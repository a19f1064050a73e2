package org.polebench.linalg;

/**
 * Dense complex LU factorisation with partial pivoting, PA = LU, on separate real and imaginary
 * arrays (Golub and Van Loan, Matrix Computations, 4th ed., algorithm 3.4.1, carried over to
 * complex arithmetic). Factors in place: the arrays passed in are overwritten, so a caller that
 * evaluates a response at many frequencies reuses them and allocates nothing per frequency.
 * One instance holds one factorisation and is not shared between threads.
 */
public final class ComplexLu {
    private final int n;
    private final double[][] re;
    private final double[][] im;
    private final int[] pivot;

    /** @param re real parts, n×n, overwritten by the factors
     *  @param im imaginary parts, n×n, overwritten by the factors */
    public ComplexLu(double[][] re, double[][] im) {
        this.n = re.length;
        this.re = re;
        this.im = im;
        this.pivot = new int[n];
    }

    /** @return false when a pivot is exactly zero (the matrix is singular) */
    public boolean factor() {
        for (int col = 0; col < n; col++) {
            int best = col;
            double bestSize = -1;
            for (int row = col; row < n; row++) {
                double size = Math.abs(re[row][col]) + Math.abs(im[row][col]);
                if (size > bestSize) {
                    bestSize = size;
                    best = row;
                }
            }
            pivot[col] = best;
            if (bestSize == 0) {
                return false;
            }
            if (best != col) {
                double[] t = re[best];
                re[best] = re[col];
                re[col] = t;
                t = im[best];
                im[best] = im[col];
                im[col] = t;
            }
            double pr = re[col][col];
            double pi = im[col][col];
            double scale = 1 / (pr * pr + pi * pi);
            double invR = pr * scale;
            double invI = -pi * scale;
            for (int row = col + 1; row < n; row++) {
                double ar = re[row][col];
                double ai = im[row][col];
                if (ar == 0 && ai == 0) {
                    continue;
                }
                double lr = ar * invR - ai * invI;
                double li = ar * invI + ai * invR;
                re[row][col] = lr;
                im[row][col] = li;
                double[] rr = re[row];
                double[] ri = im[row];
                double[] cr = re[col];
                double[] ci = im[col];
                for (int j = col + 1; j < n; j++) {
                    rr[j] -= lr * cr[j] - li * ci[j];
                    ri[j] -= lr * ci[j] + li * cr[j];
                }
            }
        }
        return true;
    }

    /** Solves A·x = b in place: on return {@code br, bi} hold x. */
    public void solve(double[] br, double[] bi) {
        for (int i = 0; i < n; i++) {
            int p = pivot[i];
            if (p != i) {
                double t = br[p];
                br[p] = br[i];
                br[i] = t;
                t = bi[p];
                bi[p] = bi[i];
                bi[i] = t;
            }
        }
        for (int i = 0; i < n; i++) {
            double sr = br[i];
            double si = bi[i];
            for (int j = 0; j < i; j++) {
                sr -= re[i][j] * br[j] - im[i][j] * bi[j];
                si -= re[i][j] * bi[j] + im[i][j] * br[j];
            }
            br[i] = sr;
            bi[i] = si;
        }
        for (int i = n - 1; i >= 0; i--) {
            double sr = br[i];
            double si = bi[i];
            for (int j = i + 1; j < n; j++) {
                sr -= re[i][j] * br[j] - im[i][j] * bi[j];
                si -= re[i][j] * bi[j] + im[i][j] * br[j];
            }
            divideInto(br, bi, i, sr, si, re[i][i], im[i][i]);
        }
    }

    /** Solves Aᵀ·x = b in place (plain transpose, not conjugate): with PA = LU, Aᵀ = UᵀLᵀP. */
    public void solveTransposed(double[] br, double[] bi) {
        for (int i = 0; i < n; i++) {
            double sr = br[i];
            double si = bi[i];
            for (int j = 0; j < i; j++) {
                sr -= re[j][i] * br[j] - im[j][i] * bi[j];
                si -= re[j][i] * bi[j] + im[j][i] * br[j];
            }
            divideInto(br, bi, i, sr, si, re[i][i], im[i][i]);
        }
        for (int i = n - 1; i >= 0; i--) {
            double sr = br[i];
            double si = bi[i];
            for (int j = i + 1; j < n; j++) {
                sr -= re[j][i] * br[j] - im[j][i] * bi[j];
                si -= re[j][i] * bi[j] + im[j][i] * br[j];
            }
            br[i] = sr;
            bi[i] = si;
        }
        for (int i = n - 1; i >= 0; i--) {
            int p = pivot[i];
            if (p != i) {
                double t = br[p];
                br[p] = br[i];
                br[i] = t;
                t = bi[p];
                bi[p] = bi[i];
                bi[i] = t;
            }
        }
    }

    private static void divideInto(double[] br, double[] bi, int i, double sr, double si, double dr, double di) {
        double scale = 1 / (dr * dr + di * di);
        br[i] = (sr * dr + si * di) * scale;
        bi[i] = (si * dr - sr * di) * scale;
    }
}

---

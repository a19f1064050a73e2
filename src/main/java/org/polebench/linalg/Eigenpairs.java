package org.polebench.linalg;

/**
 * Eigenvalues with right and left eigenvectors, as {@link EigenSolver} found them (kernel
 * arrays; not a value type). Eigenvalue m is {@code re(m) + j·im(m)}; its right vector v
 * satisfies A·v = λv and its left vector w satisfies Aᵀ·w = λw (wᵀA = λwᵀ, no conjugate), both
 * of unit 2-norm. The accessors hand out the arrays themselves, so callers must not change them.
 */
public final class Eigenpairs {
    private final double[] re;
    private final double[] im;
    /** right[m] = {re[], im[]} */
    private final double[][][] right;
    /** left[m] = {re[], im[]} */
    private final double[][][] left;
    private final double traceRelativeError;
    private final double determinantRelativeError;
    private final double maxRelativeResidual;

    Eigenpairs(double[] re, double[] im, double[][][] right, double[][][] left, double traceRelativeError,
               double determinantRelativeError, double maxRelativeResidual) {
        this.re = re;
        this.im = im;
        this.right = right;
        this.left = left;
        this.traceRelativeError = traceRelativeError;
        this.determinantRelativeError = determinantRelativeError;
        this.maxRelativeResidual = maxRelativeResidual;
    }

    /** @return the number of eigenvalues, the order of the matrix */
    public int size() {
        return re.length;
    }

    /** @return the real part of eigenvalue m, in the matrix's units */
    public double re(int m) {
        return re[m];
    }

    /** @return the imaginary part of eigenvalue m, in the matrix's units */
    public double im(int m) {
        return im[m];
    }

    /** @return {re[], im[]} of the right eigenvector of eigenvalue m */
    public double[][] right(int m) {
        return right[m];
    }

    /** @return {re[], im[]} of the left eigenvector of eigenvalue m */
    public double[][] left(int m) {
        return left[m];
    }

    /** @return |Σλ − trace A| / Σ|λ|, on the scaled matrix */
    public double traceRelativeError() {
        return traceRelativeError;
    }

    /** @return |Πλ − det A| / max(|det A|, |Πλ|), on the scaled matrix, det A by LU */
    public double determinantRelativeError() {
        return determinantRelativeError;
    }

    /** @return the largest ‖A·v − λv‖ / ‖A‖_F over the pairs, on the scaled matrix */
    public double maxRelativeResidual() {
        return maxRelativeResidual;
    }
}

Work request: Reproduce only the lines above spanning from the line containing "this.pivot = new int[n];" through the line containing "for (int j = col", word for word.

Solved exercise:
        this.pivot = new int[n];
    }

    /** @return false when a pivot is exactly zero (the matrix is singular) */
    public boolean factor() {
        for (int col = 0; col < n; col++) {
            int best = col;
            double bestSize = -1;
            for (int row = col; row < n; row++) {
                double size = Math.abs(re[row][col]) + Math.abs(im[row][col]);
                if (size > bestSize) {
                    bestSize = size;
                    best = row;
                }
            }
            pivot[col] = best;
            if (bestSize == 0) {
                return false;
            }
            if (best != col) {
                double[] t = re[best];
                re[best] = re[col];
                re[col] = t;
                t = im[best];
                im[best] = im[col];
                im[col] = t;
            }
            double pr = re[col][col];
            double pi = im[col][col];
            double scale = 1 / (pr * pr + pi * pi);
            double invR = pr * scale;
            double invI = -pi * scale;
            for (int row = col + 1; row < n; row++) {
                double ar = re[row][col];
                double ai = im[row][col];
                if (ar == 0 && ai == 0) {
                    continue;
                }
                double lr = ar * invR - ai * invI;
                double li = ar * invI + ai * invR;
                re[row][col] = lr;
                im[row][col] = li;
                double[] rr = re[row];
                double[] ri = im[row];
                double[] cr = re[col];
                double[] ci = im[col];
                for (int j = col + 1; j < n; j++) {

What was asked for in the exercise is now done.